The remaining part of the paper is organized as follows: ‘Theoretical background’ provides the details on theoretical background relevant to understanding of the paper and relevant literature while ‘Proposed methodology’ presents the details of LSTM and incremental LSTM (LSTM–inc) framework for attitude estimation. ‘Results and discussion’ analyses the proposed LSTM–inc framework in comparison to the other techniques, and ‘Conclusion’ concludes the paper.

Theoretical Background

Attitude estimation is the process of estimating the orientation of an object in the three-dimensional space. Inertial sensors viz gyroscope, accelerometer, and magnetometer are widely used in attitude estimation systems. The measurements from these sensors are combined using the sensor fusion techniques for accurate estimation of the attitude angles.

Review of literature

Kalman filter (KF) and its nonlinear versions EKF and UKF are some of the widely popular sensor fusion frameworks used in engineering applications. These frameworks follow the two-step process consisting of prediction and correction (Kalman, 1960). Even though the KF and its different versions are very popular, they involve complex mathematical operations and are not suitable for resource constrained small systems. Also, the performance of these KF frameworks are highly dependent on the noise parameter values fed to the system model (Euston et al., 2008).

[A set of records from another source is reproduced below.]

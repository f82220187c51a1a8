import { evaluateContent } from '@tipward/contract';
import { route } from '../../http/route.ts';
import { evaluateUnsaved } from '../../services/designs/evaluate-content.ts';

export const evaluateContentRoute = route(evaluateContent, ({ actor, params, body }) =>
  evaluateUnsaved(actor, params.programmeId, body.content),
);
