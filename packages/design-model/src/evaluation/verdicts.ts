import { REQUIREMENT_KINDS } from '@tipward/contract';
import type {
  DesignContent,
  KeyNumbers,
  OperatingPoint,
  Requirement,
  RequirementKind,
  Specification,
  Verdict,
} from '@tipward/contract';
import { chordRoughnessPct, twistRoughnessDeg } from './roughness.ts';

export interface JudgedResult {
  readonly content: DesignContent;
  readonly specification: Specification;
  readonly keyNumbers: KeyNumbers;
  readonly schedule: readonly OperatingPoint[];
  readonly stallMargin: { value: number; radiusM: number } | null;
}

interface Measured {
  readonly value: number | null;
  readonly at: Verdict['at'];
}

function atWind(result: JudgedResult, pick: (point: OperatingPoint) => number | null): Measured {
  let best: Measured = { value: null, at: null };
  for (const point of result.schedule) {
    const value = pick(point);
    if (value !== null && (best.value === null || value > best.value))
      best = { value, at: { quantity: 'wind-speed', value: point.windSpeedMS } };
  }
  return best;
}

function atStation(result: JudgedResult, value: number, station: number | null): Measured {
  const radius = station === null ? undefined : result.content.stations[station]?.radiusM;
  return { value, at: radius === undefined ? null : { quantity: 'radius', value: radius } };
}

const MEASURES: Record<RequirementKind, (result: JudgedResult) => Measured> = {
  'max-chord': (r) => {
    const chords = r.content.stations.map((s) => s.chordM);
    const value = Math.max(...chords);
    return atStation(r, value, chords.indexOf(value));
  },
  'max-thrust': (r) => atWind(r, (p) => p.thrustKN),
  'max-root-flap-moment': (r) => atWind(r, (p) => p.rootFlapMomentKNm),
  'max-root-edge-moment': (r) => atWind(r, (p) => p.rootEdgeMomentKNm),
  'max-tip-speed': (r) => atWind(r, (p) => (p.rotorSpeedRpm * Math.PI * r.specification.tipRadiusM) / 30),
  'min-cp': (r) => ({
    value: r.keyNumbers.maxCp,
    at:
      r.keyNumbers.tipSpeedRatioAtMaxCp === null
        ? null
        : { quantity: 'tip-speed-ratio', value: r.keyNumbers.tipSpeedRatioAtMaxCp },
  }),
  'min-energy': (r) => ({ value: r.keyNumbers.energyNetMWh, at: null }),
  'min-stall-margin': (r) => ({
    value: r.stallMargin?.value ?? null,
    at: r.stallMargin === null ? null : { quantity: 'radius', value: r.stallMargin.radiusM },
  }),
  'max-chord-curvature': (r) => {
    const rough = chordRoughnessPct(r.content.stations, r.specification.tipRadiusM);
    return atStation(r, rough.value, rough.station);
  },
  'max-twist-curvature': (r) => {
    const rough = twistRoughnessDeg(r.content.stations);
    return atStation(r, rough.value, rough.station);
  },
};

/** Rounding of a solved figure must not turn a limit that is met exactly into a failure. */
const RELATIVE_SLACK = 1e-9;

/** Holds each requirement against a result: value, margin (positive where it holds), and where it governs. */
export function judge(requirements: readonly Requirement[], result: JudgedResult): Verdict[] {
  return requirements.map(({ kind, limit, reason }) => {
    const { label, unit, bound } = REQUIREMENT_KINDS[kind];
    const { value, at } = MEASURES[kind](result);
    const margin = value === null ? null : bound === 'upper' ? limit - value : value - limit;
    const verdict =
      margin === null
        ? 'unknown'
        : margin >= -RELATIVE_SLACK * Math.max(1, Math.abs(limit))
          ? 'holds'
          : 'fails';
    return { kind, label, unit, bound, limit, value, margin, verdict, at, reason };
  });
}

In literature, KF is found to be a successful data fusion methodology in various application domains ranging from medical (Li, Mark & Clifford, 2007), agricultural (Huang et al., 2007), manufacturing (Jemielniak & Arrazola, 2008), positioning, and navigation (Li et al., 2011; Kumar et al., 2017), etc. KF was first reported in 1960 as a sophisticated replacement for the complex instrumentation system of attitude estimation (Kalman, 1960). Numerous versions of KF and EKF are available in the literature for the task of accurate attitude estimation. However, the KF requires the appropriate modeling of the noise parameters for its efficient operation. These parameters need to be tuned appropriately for reliable estimation. Considering this, various adaptive filter-tuning methodologies are present in the literature. Fuzzy logic-based tuning of the EKF is one of the most popular methodologies (Shi, Han & Liang, 2009; Sasiadek & Wang, 2003; Jwo et al., 2013; Yazdkhasti & Sasiadek, 2018). Multiple model adaptive estimation technique was employed with the EKF for attitude estimation application by Kottath et al. (2016). An Evolutionary optimization-based EKF tuning framework is presented by Poddar et al. (2016).

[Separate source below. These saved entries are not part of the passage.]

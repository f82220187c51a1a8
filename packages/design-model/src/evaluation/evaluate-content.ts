import { annualEnergy, operatingSchedule, SOLVER } from '@tipward/bem-solver';
import type { ScheduleSpec } from '@tipward/bem-solver';
import type {
  DesignContent,
  Evaluation,
  KeyNumbers,
  OperatingPoint,
  Requirement,
  Specification,
} from '@tipward/contract';
import type { AirfoilData } from '../airfoil-data.ts';
import type { LiveResult } from './live-result.ts';
import { prepareRotor } from './rotor-input.ts';
import { solveLive } from './solve-live.ts';
import { smallestStallMargin } from './stall-margin.ts';
import { judge } from './verdicts.ts';

export interface EvaluationInput {
  readonly content: DesignContent;
  readonly contentHash: string;
  readonly specification: Specification;
  readonly specificationHash: string;
  readonly requirements: readonly Requirement[];
  readonly airfoils: readonly AirfoilData[];
}

const WIND_STEP_MS = 0.5;

/** Wind speeds of the schedule: cut-in to cut-out in steps of 0.5 m/s, cut-out included. */
function scheduleSpeeds(spec: Specification): number[] {
  const count = Math.floor((spec.cutOutMS - spec.cutInMS) / WIND_STEP_MS + 1e-9);
  const speeds = Array.from({ length: count + 1 }, (_, i) =>
    Number((spec.cutInMS + i * WIND_STEP_MS).toFixed(6)),
  );
  if ((speeds.at(-1) ?? 0) < spec.cutOutMS - 1e-9) speeds.push(spec.cutOutMS);
  return speeds;
}

function scheduleSpec(spec: Specification, content: DesignContent, live: LiveResult): ScheduleSpec {
  return {
    control: spec.control,
    optimumTipSpeedRatio: live.tipSpeedRatioAtMaxCp ?? content.designTipSpeedRatio,
    finePitchDeg: content.pitchDeg,
    minRotorSpeedRadS: (spec.minRotorSpeedRpm * Math.PI) / 30,
    maxRotorSpeedRadS: (spec.maxRotorSpeedRpm * Math.PI) / 30,
    maxTipSpeedMS: spec.maxTipSpeedMS,
    ratedPowerW: spec.ratedPowerKW * 1000,
    drivetrainEfficiency: spec.drivetrainEfficiency,
    minPitchDeg: spec.minPitchDeg,
    maxPitchDeg: spec.maxPitchDeg,
    thrustLimitN: spec.thrustLimitKN === null ? null : spec.thrustLimitKN * 1000,
  };
}

const kilo = (value: number | null) => (value === null ? null : value / 1000);

function largest(
  points: readonly OperatingPoint[],
  pick: (point: OperatingPoint) => number | null,
): number | null {
  const values = points.flatMap((point) => pick(point) ?? []);
  return values.length === 0 ? null : Math.max(...values);
}

/** Trapezoid over the stations with the chord held to hub and tip radius. */
function planformArea(content: DesignContent, spec: Specification): number {
  const inside = content.stations.map((s) => [s.radiusM, s.chordM] as const);
  const points = [
    [spec.hubRadiusM, inside[0]?.[1] ?? 0] as const,
    ...inside,
    [spec.tipRadiusM, inside.at(-1)?.[1] ?? 0] as const,
  ];
  return points.slice(1).reduce((sum, [r, c], i) => {
    const [r0, c0] = points[i] ?? [r, c];
    return sum + Math.max(0, r - r0) * 0.5 * (c + c0);
  }, 0);
}

/**
 * Everything the product says of one content under one specification: curve, spanwise state, operating schedule,
 * energy, verdicts and warnings. Reproducible bit for bit on one engine from its arguments.
 */
export function evaluateContent(input: EvaluationInput): Evaluation {
  const { content, specification: spec, requirements, airfoils } = input;
  const prepared = prepareRotor(content, spec, airfoils);
  const live = solveLive({ content, specification: spec, airfoils, tipSpeedRatio: null });
  const operation = operatingSchedule(
    prepared.rotor,
    scheduleSpec(spec, content, live),
    scheduleSpeeds(spec),
  );
  const schedule = operation.points.map((p): OperatingPoint => ({
    windSpeedMS: p.windSpeedMS,
    rotorSpeedRpm: (p.rotorSpeedRadS * 30) / Math.PI,
    pitchDeg: p.pitchDeg,
    tipSpeedRatio: (p.rotorSpeedRadS * spec.tipRadiusM) / p.windSpeedMS,
    governedBy: p.governedBy,
    status: p.status,
    cp: p.cp,
    ct: p.ct,
    powerKW: kilo(p.powerW),
    electricalPowerKW: kilo(p.electricalPowerW),
    thrustKN: kilo(p.thrustN),
    rootFlapMomentKNm: kilo(p.rootFlapMomentNm),
    rootEdgeMomentKNm: kilo(p.rootEdgeMomentNm),
  }));
  const energy = annualEnergyMWh(schedule, spec);
  const margin = smallestStallMargin(content, live.span);
  const area = planformArea(content, spec);
  const keyNumbers: KeyNumbers = {
    maxCp: live.maxCp,
    tipSpeedRatioAtMaxCp: live.tipSpeedRatioAtMaxCp,
    ctAtMaxCp: live.ctAtMaxCp,
    energyGrossMWh: energy,
    energyNetMWh: energy === null ? null : energy * (1 - spec.lossesPct / 100),
    capacityFactor: energy === null ? null : energy / (spec.ratedPowerKW * 8.76),
    ratedWindSpeedMS: operation.ratedWindSpeedMS,
    maxThrustKN: largest(schedule, (p) => p.thrustKN),
    maxRootFlapMomentKNm: largest(schedule, (p) => p.rootFlapMomentKNm),
    maxRootEdgeMomentKNm: largest(schedule, (p) => p.rootEdgeMomentKNm),
    maxTipSpeedMS: largest(schedule, (p) => (p.rotorSpeedRpm * Math.PI * spec.tipRadiusM) / 30),
    maxChordM: Math.max(...content.stations.map((s) => s.chordM)),
    solidity: (spec.bladeCount * area) / (Math.PI * spec.tipRadiusM ** 2),
    planformAreaM2: area,
    minStallMarginDeg: margin?.value ?? null,
  };
  return {
    solver: { ...SOLVER },
    contentHash: input.contentHash,
    specificationHash: input.specificationHash,
    curve: live.curve,
    span: live.span,
    schedule,
    keyNumbers,
    verdicts: judge(requirements, {
      content,
      specification: spec,
      keyNumbers,
      schedule,
      stallMargin: margin,
    }),
    warnings: [
      ...live.warnings,
      ...schedule
        .filter((p) => p.status !== 'converged')
        .slice(0, 1)
        .map((p) => ({
          code: 'schedule-unsolved',
          message: `No complete solution at ${p.windSpeedMS} m/s (${p.status}); energy leaves it out`,
          station: null,
        })),
    ],
  };
}

function annualEnergyMWh(schedule: readonly OperatingPoint[], spec: Specification): number | null {
  const curve = schedule.flatMap((p) =>
    p.electricalPowerKW === null
      ? []
      : [{ windSpeedMS: p.windSpeedMS, powerW: 1000 * Math.max(0, p.electricalPowerKW) }],
  );
  if (curve.length < 2) return null;
  const wind =
    spec.windClass === 'S' && spec.weibullShape !== 2
      ? ({ kind: 'weibull', meanMS: spec.meanWindSpeedMS, shape: spec.weibullShape } as const)
      : ({ kind: 'rayleigh', meanMS: spec.meanWindSpeedMS } as const);
  return annualEnergy(curve, wind).energyWh / 1e6;
}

Another framework of sensor fusion, known as Complementary filter (CF), is also very popular. CF is a simple structure comprising of a low pass and a high pass filter (Higgins, 1975) working in complementary mode. Researchers have also come up with the nonlinear version of the CF, which uses the Proportional Integral (PI) Controller as a low pass filter (Mahony, Hamel & Pflimlin, 2008). Both the versions of CF neither require any consideration of noise characteristics nor the system model. Although complementary filter is competitive to Kalman filter, it also requires adaptive and appropriate tuning of the filter parameters. CF based attitude estimation system developed by Mahony, Hamel & Pflimlin (2008) is amongst some of the popular frameworks. Several research has occurred in the area of complementary filter which aims at adapting the gain parameters of the complementary filter have been proposed in the literature in the past (Kottath et al., 2017; Narkhede et al., 2019; H, 2019). A cascaded structure combining linear and non-linear version of complementary filter is presented by Narkhede et al. (2021).

Although different versions of KF and CF exist in the literature, they still have their own limitations of tuning and complex mathematical operations. Both these frameworks need adaptive adjustment of the filter parameters for the efficient performance of the filters, which requires additional complex subroutine for filter parameter adaptation.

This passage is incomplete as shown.